++++ SUPPLIED DATA ++++
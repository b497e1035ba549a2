using Campaigns.Statistics.Numerics;

namespace Campaigns.Statistics.Corrections;

/// <summary>The Benjamini-Yekutieli step-up correction for the false discovery rate under any dependence.</summary>
/// <remarks>The adjusted p-value of rank k is the smallest H m p(j) / j over j &gt;= k, at most 1, with H = 1 + 1/2 + ... + 1/m; each quotient is rounded once.</remarks>
public sealed class BenjaminiYekutieli : Correction
{
    /// <inheritdoc/>
    public override string Key => "by";

    /// <inheritdoc/>
    public override string Name => "Benjamini-Yekutieli";

    /// <inheritdoc/>
    public override ErrorRate Controls => ErrorRate.FalseDiscovery;

    /// <inheritdoc/>
    public override Dependence ValidUnder => Dependence.Any;

    /// <inheritdoc/>
    public override string Guarantee => "The expected share of false survivors among all survivors is at most the level, whatever the dependence between experiments.";

    /// <inheritdoc/>
    public override string Source => "Y. Benjamini and D. Yekutieli (2001), Annals of Statistics 29:1165-1188";

    /// <inheritdoc/>
    public override double? BoundaryAt(int rank, int familySize, double level)
    {
        (DoubleDouble factor, double divisor) = HarmonicFactor.Of(familySize);
        return level * divisor * rank / factor.High;
    }

    /// <inheritdoc/>
    protected override void AdjustSorted(ReadOnlySpan<double> sorted, int familySize, Span<double> adjusted)
    {
        (DoubleDouble factor, double divisor) = HarmonicFactor.Of(familySize);
        for (int k = 0; k < sorted.Length; k++)
        {
            adjusted[k] = ExactProducts.Quotient(sorted[k], factor.High, factor.Low, divisor * (k + 1));
        }

        Steps.Up(adjusted);
    }
}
++++
- **WHAT TO PRODUCE**: Please quote the records above exactly, without skipping a line.

- **RESULT FOR THIS TASK**:
repository b497e1035ba549a2
using Campaigns.Statistics.Numerics;

namespace Campaigns.Statistics.Corrections;

/// <summary>The Benjamini-Yekutieli step-up correction for the false discovery rate under any dependence.</summary>
/// <remarks>The adjusted p-value of rank k is the smallest H m p(j) / j over j &gt;= k, at most 1, with H = 1 + 1/2 + ... + 1/m; each quotient is rounded once.</remarks>
public sealed class BenjaminiYekutieli : Correction
{
    /// <inheritdoc/>
    public override string Key => "by";

    /// <inheritdoc/>
    public override string Name => "Benjamini-Yekutieli";

    /// <inheritdoc/>
    public override ErrorRate Controls => ErrorRate.FalseDiscovery;

    /// <inheritdoc/>
    public override Dependence ValidUnder => Dependence.Any;

    /// <inheritdoc/>
    public override string Guarantee => "The expected share of false survivors among all survivors is at most the level, whatever the dependence between experiments.";

    /// <inheritdoc/>
    public override string Source => "Y. Benjamini and D. Yekutieli (2001), Annals of Statistics 29:1165-1188";

    /// <inheritdoc/>
    public override double? BoundaryAt(int rank, int familySize, double level)
    {
        (DoubleDouble factor, double divisor) = HarmonicFactor.Of(familySize);
        return level * divisor * rank / factor.High;
    }

    /// <inheritdoc/>
    protected override void AdjustSorted(ReadOnlySpan<double> sorted, int familySize, Span<double> adjusted)
    {
        (DoubleDouble factor, double divisor) = HarmonicFactor.Of(familySize);
        for (int k = 0; k < sorted.Length; k++)
        {
            adjusted[k] = ExactProducts.Quotient(sorted[k], factor.High, factor.Low, divisor * (k + 1));
        }

        Steps.Up(adjusted);
    }
}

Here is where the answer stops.